[Stored data entries]
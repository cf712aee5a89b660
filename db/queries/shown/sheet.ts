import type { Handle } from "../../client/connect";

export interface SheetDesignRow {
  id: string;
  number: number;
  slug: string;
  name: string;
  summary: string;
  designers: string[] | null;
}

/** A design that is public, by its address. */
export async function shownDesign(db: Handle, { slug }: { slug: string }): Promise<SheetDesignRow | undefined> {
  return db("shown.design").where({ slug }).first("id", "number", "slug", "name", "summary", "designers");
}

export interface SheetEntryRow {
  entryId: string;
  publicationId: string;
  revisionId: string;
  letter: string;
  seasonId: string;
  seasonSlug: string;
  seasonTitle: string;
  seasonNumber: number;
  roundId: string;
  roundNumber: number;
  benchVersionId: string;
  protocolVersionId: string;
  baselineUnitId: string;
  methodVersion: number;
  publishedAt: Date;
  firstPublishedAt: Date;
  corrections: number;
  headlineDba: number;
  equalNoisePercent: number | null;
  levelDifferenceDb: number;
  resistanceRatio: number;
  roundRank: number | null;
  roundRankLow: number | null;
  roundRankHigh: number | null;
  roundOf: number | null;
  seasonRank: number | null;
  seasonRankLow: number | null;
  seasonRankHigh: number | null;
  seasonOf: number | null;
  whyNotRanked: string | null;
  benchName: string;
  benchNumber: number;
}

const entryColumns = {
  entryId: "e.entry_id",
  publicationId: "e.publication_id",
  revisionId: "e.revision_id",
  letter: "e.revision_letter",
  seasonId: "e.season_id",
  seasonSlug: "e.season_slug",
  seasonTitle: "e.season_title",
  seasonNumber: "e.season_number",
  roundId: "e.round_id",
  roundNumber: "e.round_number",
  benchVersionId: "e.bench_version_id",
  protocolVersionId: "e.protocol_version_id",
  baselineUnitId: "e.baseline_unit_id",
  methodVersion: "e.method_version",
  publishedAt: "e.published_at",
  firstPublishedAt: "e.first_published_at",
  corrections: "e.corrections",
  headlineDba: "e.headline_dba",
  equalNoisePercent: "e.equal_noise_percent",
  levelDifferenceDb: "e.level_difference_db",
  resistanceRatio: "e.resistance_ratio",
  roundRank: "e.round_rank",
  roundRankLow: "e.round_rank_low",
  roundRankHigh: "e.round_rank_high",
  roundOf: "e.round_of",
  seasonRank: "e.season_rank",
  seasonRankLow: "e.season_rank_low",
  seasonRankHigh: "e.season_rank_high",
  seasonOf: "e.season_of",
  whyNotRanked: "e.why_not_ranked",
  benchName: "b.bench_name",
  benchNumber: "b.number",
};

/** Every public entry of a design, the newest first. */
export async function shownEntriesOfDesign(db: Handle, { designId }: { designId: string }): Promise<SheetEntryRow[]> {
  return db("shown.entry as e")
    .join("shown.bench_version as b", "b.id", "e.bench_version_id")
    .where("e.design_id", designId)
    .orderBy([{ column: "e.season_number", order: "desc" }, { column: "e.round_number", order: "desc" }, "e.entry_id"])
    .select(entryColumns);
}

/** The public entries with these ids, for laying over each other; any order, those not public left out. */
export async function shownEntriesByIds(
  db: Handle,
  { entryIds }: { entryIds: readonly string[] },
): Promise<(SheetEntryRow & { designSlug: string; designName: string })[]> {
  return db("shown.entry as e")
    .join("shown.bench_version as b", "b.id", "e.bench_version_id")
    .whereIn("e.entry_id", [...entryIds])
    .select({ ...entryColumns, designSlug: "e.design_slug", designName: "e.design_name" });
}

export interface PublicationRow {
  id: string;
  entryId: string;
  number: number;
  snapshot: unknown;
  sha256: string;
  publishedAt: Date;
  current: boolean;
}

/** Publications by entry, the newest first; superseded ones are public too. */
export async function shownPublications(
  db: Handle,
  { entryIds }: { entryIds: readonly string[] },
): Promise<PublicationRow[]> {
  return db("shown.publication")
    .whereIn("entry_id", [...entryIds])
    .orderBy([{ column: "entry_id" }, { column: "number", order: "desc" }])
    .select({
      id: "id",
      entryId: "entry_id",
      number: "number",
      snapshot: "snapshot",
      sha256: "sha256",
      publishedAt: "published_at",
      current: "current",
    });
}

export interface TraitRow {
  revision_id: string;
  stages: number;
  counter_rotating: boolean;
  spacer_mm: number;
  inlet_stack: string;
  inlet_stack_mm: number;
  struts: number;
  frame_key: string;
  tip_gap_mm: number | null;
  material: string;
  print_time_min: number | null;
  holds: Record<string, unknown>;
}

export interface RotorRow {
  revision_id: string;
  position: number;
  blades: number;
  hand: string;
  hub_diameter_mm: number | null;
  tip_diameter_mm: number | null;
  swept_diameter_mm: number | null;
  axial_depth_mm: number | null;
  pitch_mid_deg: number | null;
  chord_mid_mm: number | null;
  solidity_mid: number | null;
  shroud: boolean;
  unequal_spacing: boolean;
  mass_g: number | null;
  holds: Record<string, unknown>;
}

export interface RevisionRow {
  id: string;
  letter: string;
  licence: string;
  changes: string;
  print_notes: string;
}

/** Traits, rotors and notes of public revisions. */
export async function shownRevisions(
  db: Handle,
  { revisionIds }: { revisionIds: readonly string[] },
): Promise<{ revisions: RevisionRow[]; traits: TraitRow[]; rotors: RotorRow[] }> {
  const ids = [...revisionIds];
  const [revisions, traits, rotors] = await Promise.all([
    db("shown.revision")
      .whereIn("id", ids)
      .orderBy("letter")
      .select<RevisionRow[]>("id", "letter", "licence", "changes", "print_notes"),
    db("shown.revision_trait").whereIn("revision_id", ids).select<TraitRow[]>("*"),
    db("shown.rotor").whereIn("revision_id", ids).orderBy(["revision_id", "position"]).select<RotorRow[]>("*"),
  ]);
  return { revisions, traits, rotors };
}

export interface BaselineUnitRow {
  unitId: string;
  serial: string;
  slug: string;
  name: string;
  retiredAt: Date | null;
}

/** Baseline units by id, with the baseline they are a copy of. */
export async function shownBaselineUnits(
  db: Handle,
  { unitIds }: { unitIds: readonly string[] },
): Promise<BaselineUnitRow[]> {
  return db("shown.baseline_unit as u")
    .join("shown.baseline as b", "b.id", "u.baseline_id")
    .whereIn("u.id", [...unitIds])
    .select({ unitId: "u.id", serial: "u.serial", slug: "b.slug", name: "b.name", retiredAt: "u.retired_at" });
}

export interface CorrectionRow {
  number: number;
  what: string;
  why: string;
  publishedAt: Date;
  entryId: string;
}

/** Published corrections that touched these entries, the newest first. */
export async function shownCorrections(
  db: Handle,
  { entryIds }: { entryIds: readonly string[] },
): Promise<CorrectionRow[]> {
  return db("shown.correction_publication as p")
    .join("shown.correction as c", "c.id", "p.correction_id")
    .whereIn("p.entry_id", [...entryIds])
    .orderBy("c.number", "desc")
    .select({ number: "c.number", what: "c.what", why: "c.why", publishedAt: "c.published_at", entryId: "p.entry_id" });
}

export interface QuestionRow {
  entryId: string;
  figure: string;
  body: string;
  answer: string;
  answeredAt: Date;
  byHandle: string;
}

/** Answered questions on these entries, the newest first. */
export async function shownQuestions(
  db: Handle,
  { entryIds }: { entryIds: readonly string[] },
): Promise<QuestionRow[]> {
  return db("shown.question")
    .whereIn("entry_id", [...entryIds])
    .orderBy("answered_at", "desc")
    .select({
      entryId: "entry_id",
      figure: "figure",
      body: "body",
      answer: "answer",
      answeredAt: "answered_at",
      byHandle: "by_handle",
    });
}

### What this task involves
In the entries above, tally the lines containing the word "function" and return only the tally.

### Written solution
8